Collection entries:
#####

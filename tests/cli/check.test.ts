import { describe, expect, it } from 'vitest';
import { chmodSync, mkdirSync, mkdtempSync, readFileSync, writeFileSync } from 'node:fs';
import { tmpdir } from 'node:os';
import { join } from 'node:path';
import { run } from '../../src/cli/run.js';
import { memoryIo } from '../../src/cli/io.js';

const fixtures = join(import.meta.dirname, '../fixtures/boards');
const io = () => memoryIo({ cwd: fixtures });

describe('voltwalk check', () => {
  it('a valid board: exit 0 and one "ok" line', async () => {
    const out = io();
    expect(await run(['check', 'small-amp.json'], out)).toBe(0);
    expect(out.out()).toBe('ok  small-amp.json  (board small-amp: 19 parts, 8 test points, 3 conditions)\n');
    expect(out.err()).toBe('');
  });
  it('an invalid board: exit 1, each problem on its own line with file, path and accepted form, no stack trace', async () => {
    const out = io();
    expect(await run(['check', 'broken-bad-value.json'], out)).toBe(1);
    const lines = out.out().trimEnd().split('\n');
    expect(lines).toHaveLength(4);
    for (const line of lines) expect(line).toMatch(/^broken-bad-value\.json: parts\[\d+\]\.value: .+ \(accepted: .+\)$/);
    expect(out.err()).toBe('voltwalk check: 4 problems in 1 of 1 file\n');
    expect(out.out() + out.err()).not.toMatch(/\n\s+at /);
  });
  it('several files: valid ones say ok, the exit code says whether all were', async () => {
    const out = io();
    expect(await run(['check', 'small-amp.json', 'broken-syntax.json', 'broken-role-target.json'], out)).toBe(1);
    expect(out.out().split('\n').filter(Boolean)).toEqual([
      'ok  small-amp.json  (board small-amp: 19 parts, 8 test points, 3 conditions)',
      "broken-syntax.json: line 5, column 3: not valid JSON: Expected ',' or '}' after property value (accepted: JSON: double-quoted keys and strings, commas between items, none after the last)",
      'broken-role-target.json: roles.testPoints.detector-output: no test point "TP9" — did you mean "TP1"? (accepted: a test point id: TP1, TP2, TP3, TP4, TP5, TP6, TP7, TP8)',
    ]);
    expect(out.err()).toBe('voltwalk check: 2 problems in 2 of 3 files\n');
  });
  it('a folder stands for every .json file in it and its subfolders, named under the folder as typed', async () => {
    const dir = mkdtempSync(join(tmpdir(), 'voltwalk-check-'));
    const board = readFileSync(join(fixtures, 'small-amp.json'), 'utf8');
    mkdirSync(join(dir, 'kits', 'sub'), { recursive: true });
    writeFileSync(join(dir, 'kits', 'b.json'), board);
    writeFileSync(join(dir, 'kits', 'sub', 'a.json'), '{"format": ');
    writeFileSync(join(dir, 'kits', 'notes.txt'), 'not checked');
    const out = memoryIo({ cwd: dir });
    expect(await run(['check', 'kits'], out)).toBe(1);
    const lines = out.out().split('\n').filter(Boolean);
    expect(lines).toHaveLength(2);
    expect(lines[0]).toBe('ok  kits/b.json  (board small-amp: 19 parts, 8 test points, 3 conditions)');
    expect(lines[1]).toMatch(/^kits\/sub\/a\.json: .*not valid JSON/);
    expect(out.err()).toBe('voltwalk check: 1 problem in 1 of 2 files\n');
  });

  it('names a folder it cannot read in one line', async () => {
    const dir = mkdtempSync(join(tmpdir(), 'voltwalk-check-'));
    mkdirSync(join(dir, 'locked'));
    chmodSync(join(dir, 'locked'), 0o000);
    try {
      const out = memoryIo({ cwd: dir });
      // Run as root the folder stays readable (and empty): then it is reported as a folder, not a file.
      const code = await run(['check', 'locked'], out);
      expect(code).toBe(1);
      const said = (out.out() + out.err()).trim().split('\n');
      expect(said[0]).toMatch(/^(voltwalk: )?locked: (folder cannot be read \(permission denied\)|is a folder, not a file) \(accepted: /);
      expect(out.out() + out.err()).not.toMatch(/\n\s+at /);
    } finally {
      chmodSync(join(dir, 'locked'), 0o755);
    }
  });
  it('--json: the same verdicts as data', async () => {
    const out = io();
    expect(await run(['check', 'small-amp.json', 'broken-dangling-net.json', '--json'], out)).toBe(1);
    const report = JSON.parse(out.out());
    expect(report.ok).toBe(false);
    expect(report.files.map((f: { file: string; kind: string; ok: boolean }) => [f.file, f.kind, f.ok])).toEqual([
      ['small-amp.json', 'board', true],
      ['broken-dangling-net.json', 'board', false],
    ]);
    expect(report.files[1].problems[0]).toMatchObject({ code: 'board.dangling-net', path: 'parts[13].pins.2', file: 'broken-dangling-net.json' });
  });
  it('a missing file and a file of another format are input problems (exit 1)', async () => {
    const dir = mkdtempSync(join(tmpdir(), 'vw-check-'));
    writeFileSync(join(dir, 'other.json'), '{"format": "something-else/1"}');
    const out = memoryIo({ cwd: dir });
    expect(await run(['check', 'nothing.json', 'other.json'], out)).toBe(1);
    const lines = out.out().trimEnd().split('\n');
    expect(lines[0]).toBe('nothing.json: no such file (accepted: a readable board file (JSON, "format": "voltwalk-board/1"))');
    expect(lines[1]).toBe('other.json: format: unknown format "something-else/1" (accepted: "format": "voltwalk-board/1" or "format": "voltwalk-tree/1")');
  });
  it('a tree file goes to the tree checker', async () => {
    const dir = mkdtempSync(join(tmpdir(), 'vw-check-'));
    writeFileSync(join(dir, 'tree.json'), '{"format": "voltwalk-tree/1"}');
    const out = memoryIo({ cwd: dir });
    const code = await run(['check', 'tree.json', '--json'], out);
    const report = JSON.parse(out.out());
    expect(report.files[0].kind).toBe('tree');
    // An empty tree is not a valid tree, whatever the tree checker's wording.
    expect(code).toBe(1);
    expect(report.files[0].problems.length).toBeGreaterThan(0);
  });
  it('no file: usage error, exit 2', async () => {
    const out = io();
    expect(await run(['check'], out)).toBe(2);
    expect(out.err()).toContain('check needs at least one FILE');
  });
});
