// Names a netlist can carry; a leading "_" is kept for nodes voltwalk adds itself (meter, signal source).
const NET_NAME = /^[A-Za-z0-9+\-][A-Za-z0-9_+\-./]*$/;
const VALUED_KINDS = new Set(Object.keys(VALUE_RANGE));
const OPAMP_KINDS = new Set(['opamp-dual', 'opamp-quad']);

export function meaningProblems(board: Board, file: string): Problem[] {
  const problems: Problem[] = [];
  const add = (code: string, path: string, message: string, accepted?: string) =>
    problems.push({ code: `board.${code}`, file, path, message, accepted });

  const refs = new Map<string, Part>();
  const partList = board.parts.map((p) => p.ref);
  const someRefs = (list: string[]) => `a designator on this board, e.g. ${list.slice(0, 4).join(', ')}`;

  duplicates(board.parts.map((p) => p.ref), 'parts', 'ref', 'designator', add);
  duplicates(board.testPoints.map((t) => t.id), 'testPoints', 'id', 'test point id', add);
  duplicates(board.conditions.map((c) => c.id), 'conditions', 'id', 'condition id', add);
  duplicates(board.stages.map((s) => s.id), 'stages', 'id', 'stage id', add);
  duplicates(board.rails.map((r) => r.id), 'rails', 'id', 'rail id', add);
  for (const p of board.parts) if (!refs.has(p.ref)) refs.set(p.ref, p);

  // Nets: who touches each one, and who names it from outside the parts.
  const touches = new Map<string, string[]>();
  const named = new Map<string, string>();
  const nameNet = (net: string, path: string) => {
    if (!named.has(net)) named.set(net, path);
  };
  nameNet(board.ground, 'ground');
  board.rails.forEach((r, i) => nameNet(r.net, `rails[${i}].net`));
  board.testPoints.forEach((t, i) => {
    nameNet(t.net, `testPoints[${i}].net`);
    if (t.refNet !== undefined) nameNet(t.refNet, `testPoints[${i}].refNet`);
  });
  board.conditions.forEach((c, i) => c.signal && nameNet(c.signal.net, `conditions[${i}].signal.net`));

  board.parts.forEach((part, i) => {
    const at = `parts[${i}]`;
    checkPins(part, at, add);
    for (const [pin, net] of Object.entries(part.pins)) {
      const list = touches.get(net) ?? [];
      list.push(`${part.ref}.${pin}`);
      touches.set(net, list);
    }
    checkValue(part, at, add);
    checkModel(board, part, at, add);
    checkControls(part, at, add);
    (part.neighbours ?? []).forEach(([a, b], j) => {
      for (const pin of [a, b]) {
        if (!(pin in part.pins)) add('unknown-pin', `${at}.neighbours[${j}]`, `${part.ref} has no pin "${pin}"`, `pins of ${part.ref}: ${Object.keys(part.pins).join(', ')}`);
      }
    });
  });

  const allNets = [...new Set([...touches.keys(), ...named.keys()])];
  const lower = new Map<string, string>();
  for (const net of allNets) {
    const where = named.get(net) ?? pinPath(board, net);
    if (!NET_NAME.test(net)) {
      add('net-name', where, `net name "${net}" has characters a netlist cannot carry`, 'letters, digits and + - _ . / (no spaces), not starting with _');
    }
    if (net === '0' && net !== board.ground) add('net-name', where, 'net "0" is the simulator ground but the board\'s ground is another net', `name the ground net "0" in "ground", or rename this net`);
    const key = net.toLowerCase();
    const other = lower.get(key);
    if (other !== undefined && other !== net) add('net-case', where, `nets "${other}" and "${net}" differ only in letter case`, 'one spelling per net');
    else lower.set(key, net);
  }
  for (const [net, path] of named) {
    if (!touches.has(net)) {
      add('unknown-net', path, `net "${net}" is touched by no part pin${didYouMean(net, [...touches.keys()])}`, 'a net some part pin is on');
    }
  }
  for (const [net, pins] of touches) {
    if (pins.length === 1 && !named.has(net)) {
      add(
        'dangling-net',
        pinPath(board, net),
        `net "${net}" reaches only ${pins[0]}${didYouMean(net, [...touches.keys()].filter((n) => n !== net))}`,
        'a net joining two or more pins, or one named by a rail, test point, signal or the ground',
      );
    }
  }

  // Stages and test points.
  const stageIds = board.stages.map((s) => s.id);
  board.stages.forEach((s, i) =>
    s.parts.forEach((ref, j) => {
      if (!refs.has(ref)) add('unknown-part', `stages[${i}].parts[${j}]`, `no part "${ref}"${didYouMean(ref, partList)}`, someRefs(partList));
    }),
  );
  const hasPowered = board.conditions.some((c) => c.powered);
  const hasUnpowered = board.conditions.some((c) => !c.powered);
  board.testPoints.forEach((t, i) => {
    if (t.stage !== undefined && !stageIds.includes(t.stage)) add('unknown-stage', `testPoints[${i}].stage`, `no stage "${t.stage}"${didYouMean(t.stage, stageIds)}`, `a stage id: ${stageIds.join(', ')}`);
    if (t.net === (t.refNet ?? board.ground)) add('test-point-short', `testPoints[${i}]`, `${t.id} measures net "${t.net}" against itself`, 'a net different from refNet (ground by default)');
    if (t.quantity === 'resistance' && !hasUnpowered) add('test-point-unusable', `testPoints[${i}].quantity`, `${t.id} is a resistance test point but every condition is powered`, 'at least one condition with "powered": false');
    if (t.quantity === 'voltage' && !hasPowered) add('test-point-unusable', `testPoints[${i}].quantity`, `${t.id} is a voltage test point but no condition is powered`, 'at least one condition with "powered": true');
  });

  // Rails.
  board.rails.forEach((r, i) => {
    if (r.net === board.ground) add('rail-on-ground', `rails[${i}].net`, `rail ${r.id} is on the ground net`, 'the net where the supply connects');
  });

  // Conditions: settings name controls, at positions they have.
  board.conditions.forEach((c, i) => {
    for (const [ref, setting] of Object.entries(c.settings)) {
      const path = `conditions[${i}].settings.${ref}`;
      const part = refs.get(ref);
      if (!part) {
        add('unknown-part', path, `no part "${ref}"${didYouMean(ref, partList)}`, 'the designator of a pot or switch');
        continue;
      }
      if (part.kind === 'pot') {
        if (typeof setting !== 'number') add('bad-setting', path, `${ref} is a pot; found ${JSON.stringify(setting)}`, 'a wiper position from 0 (pin 1 end) to 1 (pin 3 end)');
      } else if (part.kind === 'switch') {
        const names = Object.keys(part.positions ?? {});
        if (typeof setting !== 'string' || !names.includes(setting)) {
          add('bad-setting', path, `${ref} has no position ${JSON.stringify(setting)}${typeof setting === 'string' ? didYouMean(setting, names) : ''}`, `one of ${names.join(', ')}`);
        }
      } else {
        add('bad-setting', path, `${ref} is a ${part.kind}, not a control`, 'the designator of a pot or switch');
      }
    }
    if (c.signal) {
      if (c.signal.net === board.ground) add('signal-on-ground', `conditions[${i}].signal.net`, `the signal of ${c.id} is applied to ground`, 'the net the DC level goes to');
      if (!c.powered) add('signal-unpowered', `conditions[${i}].signal`, `${c.id} is unpowered but applies a signal (it would feed the board through its inputs)`, 'a signal only in a powered condition');
    }
  });

  // Model cards: parameter names the solver knows (a misspelt one would otherwise be ignored).
  for (const [name, model] of Object.entries(board.models)) {
    const spec = model.type === 'D' ? DIODE_PARAMS : BJT_PARAMS;
    const known = [...Object.keys(spec.defaults), ...Object.keys(spec.aliases ?? {}), ...spec.ignoredAtDc];
    for (const param of Object.keys(model.params)) {
      if (!known.includes(param.toUpperCase())) {
        add('unknown-model-param', `models.${name}.params.${param}`, `${model.type} model ${name} has no parameter "${param}"${didYouMean(param.toUpperCase(), known)}`, `SPICE ${model.type} parameters: ${Object.keys(spec.defaults).join(', ')}`);
      }
    }
    for (const [param, range] of Object.entries(model.spread ?? {})) {
      if (!(param in model.params)) add('unknown-model-param', `models.${name}.spread.${param}`, `spread given for "${param}", which model ${name} does not set`, `one of the model's params: ${Object.keys(model.params).join(', ')}`);
      if (range[0] > range[1]) add('bad-spread', `models.${name}.spread.${param}`, `spread [${range.join(', ')}] runs backwards`, '[low multiplier, high multiplier] with low ≤ high');
    }
  }
  board.parts.forEach((part, i) => {
    if (part.kind !== 'zener') return;
    const name = modelNameFor(part);
    const model = name === undefined ? undefined : (board.models[name] ?? BUILTIN_MODELS[name]);
    if (model && model.type === 'D' && !Object.keys(model.params).some((k) => k.toUpperCase() === 'BV')) {
      add('zener-without-bv', `parts[${i}].model`, `${part.ref} is a zener but model "${name}" sets no BV (breakdown voltage)`, 'a D model with BV, e.g. {"BV": 5.1, "IBV": 0.001}');
    }
  });

  // Roles point at things that exist and suit them.
  const tpById = new Map(board.testPoints.map((t) => [t.id, t]));
  const condById = new Map(board.conditions.map((c) => [c.id, c]));
  for (const [role, id] of Object.entries(board.roles.stages)) {
    if (id !== undefined && !stageIds.includes(id)) add('unknown-role-target', `roles.stages.${role}`, `no stage "${id}"${didYouMean(id, stageIds)}`, `a stage id: ${stageIds.join(', ')}`);
  }
  for (const [role, id] of Object.entries(board.roles.testPoints)) {
    if (id === undefined) continue;
    const tp = tpById.get(id);
    if (!tp) {
      add('unknown-role-target', `roles.testPoints.${role}`, `no test point "${id}"${didYouMean(id, [...tpById.keys()])}`, `a test point id: ${[...tpById.keys()].join(', ')}`);
      continue;
    }
    const want = TEST_POINT_ROLE_QUANTITY[role as keyof typeof TEST_POINT_ROLE_QUANTITY];
    if (want && tp.quantity !== want) add('role-quantity', `roles.testPoints.${role}`, `role ${role} is a ${want} measurement but ${id} is a ${tp.quantity} test point`, `a ${want} test point`);
  }
  for (const [role, list] of Object.entries(board.roles.parts)) {
    (list ?? []).forEach((ref, j) => {
      if (!refs.has(ref)) add('unknown-role-target', `roles.parts.${role}[${j}]`, `no part "${ref}"${didYouMean(ref, partList)}`, someRefs(partList));
    });
  }
  for (const [role, id] of Object.entries(board.roles.conditions)) {
    if (id === undefined) continue;
    const c = condById.get(id);
    if (!c) {
      add('unknown-role-target', `roles.conditions.${role}`, `no condition "${id}"${didYouMean(id, [...condById.keys()])}`, `a condition id: ${[...condById.keys()].join(', ')}`);
      continue;
    }
    const powered = CONDITION_ROLE_POWERED[role as keyof typeof CONDITION_ROLE_POWERED];
    if (powered !== undefined && c.powered !== powered) add('role-powered', `roles.conditions.${role}`, `role ${role} is ${powered ? 'a powered' : 'an unpowered'} condition but ${id} is ${c.powered ? 'powered' : 'unpowered'}`, `a condition with "powered": ${powered}`);
  }
  return problems;
}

#####

__Aim of the exercise__. Taking the records from the top, repeat each line exactly until you have repeated the line that contains "fixtures = join(import.meta.dirname, '../fixtures/boards');".

__Exercise result__.
filename tests/cli/check.test.ts
import { describe, expect, it } from 'vitest';
import { chmodSync, mkdirSync, mkdtempSync, readFileSync, writeFileSync } from 'node:fs';
import { tmpdir } from 'node:os';
import { join } from 'node:path';
import { run } from '../../src/cli/run.js';
import { memoryIo } from '../../src/cli/io.js';

const fixtures = join(import.meta.dirname, '../fixtures/boards');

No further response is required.